/// `check`'s lines on the sets a network carries ("" when none): each label with what it sets.
pub fn check_text(net: &crate::network::Network) -> String {
    let mut o = String::new();
    if net.levels.is_empty() {
        return o;
    }
    let _ = writeln!(
        o,
        "\nlevels of theory ({} set{}; `photoledger levels` runs the network under each)",
        net.levels.len(),
        if net.levels.len() == 1 { "" } else { "s" }
    );
    for l in &net.levels {
        let mut keys: Vec<String> = l.values.iter().map(|(k, _)| k.spell(net)).collect();
        keys.extend(
            l.counts
                .iter()
                .map(|c| format!("transient.{}.trajectories", net.transients[c.transient].name)),
        );
        let note = if l.note.is_empty() {
            String::new()
        } else {
            format!(" ({})", l.note)
        };
        let _ = writeln!(o, "  \"{}\"{note}: {}", l.label, keys.join(", "));
    }
    o
}

#[cfg(test)]
mod tests {
    #[test]
    fn trajectory_counts_read_as_counts_of_a_total() {
        // 41 to the first channel and 52 to the second: a share of 41/93, not 41/52.
        assert_eq!(super::counts_text(&Some(vec![41, 52])), "41, 52 of 93");
        assert_eq!(super::counts_text(&None), "(file)");
    }
}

### What to do
If a line in the data above contains "keys", return that line.

### Answer to the exercise
        let mut keys: Vec<String> = l.values.iter().map(|(k, _)| k.spell(net)).collect();
        keys.extend(
        let _ = writeln!(o, "  \"{}\"{note}: {}", l.label, keys.join(", "));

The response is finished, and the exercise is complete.